= Outside lag =

In economics, the outside lag is the amount of time it takes for a government or central bank's actions, in the form of either monetary or fiscal policy, to have a noticeable effect on the economy. Its converse is the inside lag, the amount of time it takes the policy authority to recognize that a situation calls for a policy response and to decide on that response and implement it.

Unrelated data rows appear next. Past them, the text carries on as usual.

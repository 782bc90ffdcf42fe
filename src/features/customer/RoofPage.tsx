import { useQuery } from '@tanstack/react-query';
import { Caution } from '../../components/ui/Caution';
import { Sheet } from '../../components/ui/Sheet';
import { longDate } from '../../drawings/times';
import { api } from '../../lib/api';
import { queryClient } from '../../lib/query-client';
import { clocksDiffer, useReaderZone } from '../../components/ui/reader-zone';
import { paths } from '../../schemas/paths';
import type { CustomerSite } from '../../schemas/api/customer';
import {
  careWords,
  lifeCard,
  monthCard,
  monthWords,
  switchWords,
  testWords,
  workingTimeCard,
  worthCard,
  yearCard,
} from './cards';
import { FigureSheet } from '../../components/ui/FigureSheet';
import { TodaySheet } from './TodaySheet';
import { customerWords, heardAt } from '../../words/customer-sentences';
import { roofPage } from '../../words/customer';

/** How often the page reads itself again. */
const EVERY_MS = 30_000;

/** The papers of the handover: the newest first, earlier ones below. */
function Papers({ roof }: { roof: CustomerSite }) {
  if (roof.papers.length === 0 && roof.months.length === 0) return null;
  return (
    <Sheet id="papers" title={roofPage.papers}>
      <HandoverPapers roof={roof} />
      <MonthReports roof={roof} />
    </Sheet>
  );
}

function MonthReports({ roof }: { roof: CustomerSite }) {
  const [newest, ...earlier] = roof.months;
  if (!newest) return null;
  const link = (month: string) => (
    <a
      href={paths.api.customerMonth(roof.site.id, month)}
      className="inline-flex min-h-[44px] items-center text-petrol hover:underline"
    >
      {roofPage.monthPdf(monthWords(month))}
    </a>
  );
  return (
    <div className="mt-2">
      <p>{roofPage.whatYourRoofMade}</p>
      <p>{link(newest)}</p>
      {earlier.length > 0 && (
        <details>
          <summary className="target cursor-pointer text-petrol">{roofPage.earlierMonths}</summary>
          <ul className="grid grid-cols-2 gap-x-4 sm:grid-cols-3">
            {earlier.map((month) => (
              <li key={month}>{link(month)}</li>
            ))}
          </ul>
        </details>
      )}
    </div>
  );
}

function HandoverPapers({ roof }: { roof: CustomerSite }) {
  const [newest, ...earlier] = roof.papers;
  if (!newest) return null;
  const file = (paper: CustomerSite['papers'][number]) => `${paths.api.paper(paper.ref)}?form=pdf`;
  const day = (paper: CustomerSite['papers'][number]) => longDate(paper.madeAt, roof.site.timeZone);
  return (
    <>
      <p>{roofPage.handoverSays(day(newest))}</p>
      <p className="mt-2">
        <a
          href={file(newest)}
          className="inline-flex min-h-[44px] items-center font-semibold text-petrol hover:underline"
        >
          {roofPage.handoverPapersPdf}
        </a>
      </p>
      {earlier.length > 0 && (
        <details>
          <summary className="target cursor-pointer text-petrol">{roofPage.earlierVersions}</summary>
          <ul>
            {earlier.map((paper) => (
              <li key={paper.ref}>
                <a
                  href={file(paper)}
                  className="inline-flex min-h-[44px] items-center text-petrol hover:underline"
                >
                  {roofPage.versionOfPaper(paper.version, day(paper))}
                </a>
              </li>
            ))}
          </ul>
        </details>
      )}
    </>
  );
}

/** A roof for the people whom it belongs to: read only, in sentences. */
export function RoofPage({ initial }: { initial: CustomerSite }) {
  const readerZone = useReaderZone();
  const {
    data: roof,
    error,
    dataUpdatedAt,
  } = useQuery(
    {
      queryKey: ['roof', initial.site.id],
      queryFn: ({ signal }) => api<CustomerSite>(paths.api.customer(initial.site.id), { signal }),
      initialData: initial,
      refetchInterval: EVERY_MS,
      refetchOnWindowFocus: true,
    },
    queryClient(),
  );
  const { site, care } = roof;
  const words = customerWords(roof.now, roof.today, site.timeZone, care);
  const phone = care.phone.replace(/[^+\d]/g, '');
  return (
    <>
      <header className="mb-7">
        <h1 className="text-[30px] leading-[36px] tracking-[-0.03em] sm:text-[42px] sm:leading-[50px]">
          {words.heading}
        </h1>
        <p className="mt-2 max-w-[62ch] text-[17px] leading-6 text-ink-2 sm:text-lg">
          {words.sentences.join(' ')}
        </p>
        <p className="mt-2 text-sm text-ink-2">
          {roofPage.asOf(
            heardAt(roof.now),
            roof.now.at,
            site.timeZone,
            readerZone,
            clocksDiffer(roof.now.at, site.timeZone, readerZone),
          )}
          {error && dataUpdatedAt > 0 && roofPage.notReadSince}
        </p>
      </header>
      {words.caution && (
        <div className="mb-5">
          <Caution strong={words.caution.strong}>{words.caution.rest}</Caution>
        </div>
      )}
      <div className="grid gap-4">
        <TodaySheet today={roof.today} at={roof.now.at} timeZone={site.timeZone} />
        <div className={`grid gap-4 ${roof.worth ? 'sm:grid-cols-3' : 'sm:grid-cols-2 lg:grid-cols-4'}`}>
          <FigureSheet card={monthCard(roof.month)} />
          <FigureSheet card={yearCard(roof.year, roof.life)} />
          <FigureSheet card={lifeCard(roof.life)} />
          <FigureSheet card={workingTimeCard(roof.life)} />
          {roof.worth && (
            <div className="sm:col-span-2">
              <FigureSheet card={worthCard(roof.worth)} />
            </div>
          )}
        </div>
        <div className="grid gap-4 sm:grid-cols-2">
          <Sheet id="shutdown" title={roofPage.rapidShutdown}>
            <p>{testWords(roof.lastTest, site.ruleSet, site.timeZone)}</p>
            <p className="mt-2 text-ink-2">{switchWords(site)}</p>
          </Sheet>
          <Sheet id="care" title={roofPage.whoLooksAfterIt}>
            {care.logo && (
              <img
                src={paths.api.logo(care.logo)}
                alt={care.organisation}
                className="mb-3 max-h-[56px] max-w-[220px] bg-[#fff]"
              />
            )}
            <p>{careWords(care)}</p>
            {phone && (
              <p className="mt-2">
                <a
                  className="inline-flex min-h-[44px] items-center text-[17px] font-semibold"
                  href={`tel:${phone}`}
                >
                  {care.phone}
                </a>
              </p>
            )}
            <p className="mt-2 text-ink-2">{roofPage.emergency}</p>
          </Sheet>
        </div>
        <Papers roof={roof} />
      </div>
    </>
  );
}
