async function browse(email: string, headers: Record<string, string> = {}): Promise<Inbox<LiveMessage>> {
  const ws = new WebSocket(`${sockets.url}${paths.live()}`, {
    headers: { cookie: await cookieOf(email), ...headers },
  });
  open.push(ws);
  const inbox = new Inbox<LiveMessage>(ws);
  await new Promise<void>((resolve, reject) => {
    ws.once('open', resolve);
    ws.once('unexpected-response', (_req, res) => reject(new Error(`HTTP ${res.statusCode}`)));
    ws.once('error', reject);
  });
  return inbox;
}
const subscribe = (inbox: Inbox<LiveMessage>, topic: string, cursor?: string) =>
  inbox.ws.send(JSON.stringify({ type: 'subscribe', topic, ...(cursor && { cursor }) }));
const ANALYST = 'analyst@lowfield.example';
const CUSTOMER = 'customer@lowfield.example';
const STRANGER = 'manager@harbourline.example';
const first = () => {
  const s = logger.roster.strings[0];
  if (!s) throw new Error('the roster is empty');
  return s;
};
const say = (claims: number | number[], at = nowS()) =>
  logger.durable(
    logger.frames([{ at, string: first().index, frame: frameOf(first().serials.length, 'both', claims) }]),
  );
const addEvent = (db_: pg.ClientBase | pg.Pool, siteId: number, note: string) =>
  db_.query(
    `insert into event (at, organisation_id, site_id, kind, detail)
     select now(), organisation_id, id, 'command', jsonb_build_object('note', $2::text) from site where id = $1`,
    [siteId, note],
  );
const notesIn = (inbox: Inbox<LiveMessage>): unknown[] =>
  inbox.all.flatMap((m) =>
    m.type === 'refused'
      ? []
      : (m.change.events ?? []).map((e) => e.detail.note).filter((n) => n !== undefined),
  );
const wake = (at = site) =>
  db.owner.query(
    `select pg_notify('changed', json_build_object('sites', json_build_array($1::int4))::text)`,
    [at.id],
  );

describe('who may listen', () => {
  it('nobody without a session, and no page of another origin', async () => {
    const ws = new WebSocket(`${sockets.url}${paths.live()}`);
    const status = await new Promise((resolve) => {
      ws.once('unexpected-response', (_req, res) => resolve(res.statusCode));
      ws.once('open', () => resolve('in'));
    });
    expect(status).toBe(401);
    await expect(browse(ANALYST, { origin: 'https://elsewhere.example' })).rejects.toThrow('HTTP 403');
  });

  it('each topic as far as role, organisation and site go', async () => {
    const string = site.strings.get(first().name)?.ref;
    const nothing = '00000000-0000-4000-8000-000000000000';
    const cases: [string, string, boolean][] = [
      [ANALYST, 'fleet', true],
      [ANALYST, `site:${site.ref}`, true],
      [ANALYST, `string:${string}`, true],
      [ANALYST, `roll-call:${site.ref}`, true],
      [ANALYST, `site:${foreign.ref}`, false],
      [ANALYST, `site:${nothing}`, false],
      [STRANGER, `site:${site.ref}`, false],
      [STRANGER, `string:${string}`, false],
      [STRANGER, `roll-call:${site.ref}`, false],
      [CUSTOMER, 'fleet', false],
      [CUSTOMER, `site:${fleet.site('Weirside Clinic').ref}`, false],
      [CUSTOMER, `string:${string}`, false],
      [CUSTOMER, `roll-call:${site.ref}`, false],
    ];
    for (const [email, topic, allowed] of cases) {
      const inbox = await browse(email);
      subscribe(inbox, topic);
      const answer = await inbox.next(allowed ? 'snapshot' : 'refused', (m) => m.topic === topic);
      expect(answer.type, `${email} ${topic}`).toBe(allowed ? 'snapshot' : 'refused');
      inbox.ws.terminate();
    }
  });

  it('a foreign site and one that is not there look the same', async () => {
    const inbox = await browse(ANALYST);
    subscribe(inbox, `site:${foreign.ref}`);
    const there = await inbox.next('refused');
    subscribe(inbox, 'site:00000000-0000-4000-8000-000000000000');
    expect((await inbox.next('refused')).reason).toBe(there.reason);
  });

  it('the fleet of one organisation has nothing of another', async () => {
    const inbox = await browse(STRANGER);
    subscribe(inbox, 'fleet');
    const { change } = await inbox.next('snapshot');
    expect(change.sites?.map((s) => s.name)).toEqual(['Netloft Terrace']);
    await say(1);
    await addEvent(db.owner, site.id, 'not for them');
    await wake();
    await new Promise((resolve) => setTimeout(resolve, 1200));
    expect(JSON.stringify(inbox.all)).not.toContain(site.ref);
  });

  it('nobody whose session has ended in the meantime', async () => {
    const inbox = await browse(ANALYST);
    subscribe(inbox, 'fleet');
    await inbox.next('snapshot');
    const end = closed(inbox.ws);
    const { rows } = await db.owner.query<{ id: string }>('delete from session returning id');
    expect(rows.length).toBeGreaterThan(0);
    await liveHub()?.checkSessions();
    expect((await end).code).toBe(4003);
    await endSession(null);
  });
});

The outside lag can be a major problem, and must be taken into account in deciding what expansionary or contractionary policy actions to implement and, indeed, whether to implement any at all.

==Long lags==

Suppose, for example, that the main thrust of a policy action's effects on the economy is expected to be felt 20 months after the policy action is taken. Then any action chosen to be implemented now would have to be in response not to the economic situation now, but rather the economic situation that is predicted to prevail 20 months from now; since economic prediction is very difficult, active use of monetary or fiscal policy could actually have a destabilizing effect, an example of the law of unintended consequences.

==Variable lags==

In addition to the outside lag possibly being problematically long, it may also be variable: even though the last time a similar policy was implemented it hit the economy primarily after say 20 months, this time the outside lag may be only 10 months, or it may be 30 months. Again this could lead to the economy being stimulated when it needs to be cooled down, or vice versa.

==Distributed lags==

Finally, the outside lag may be distributed through time: Perhaps, for example, one third of a policy action's effects will be felt during the first 10 months, one third during the next 10 months, and one third during the 10 months after that. Deciding what policy action if any to implement now is greatly complicated by the prospect of such a distributed effect.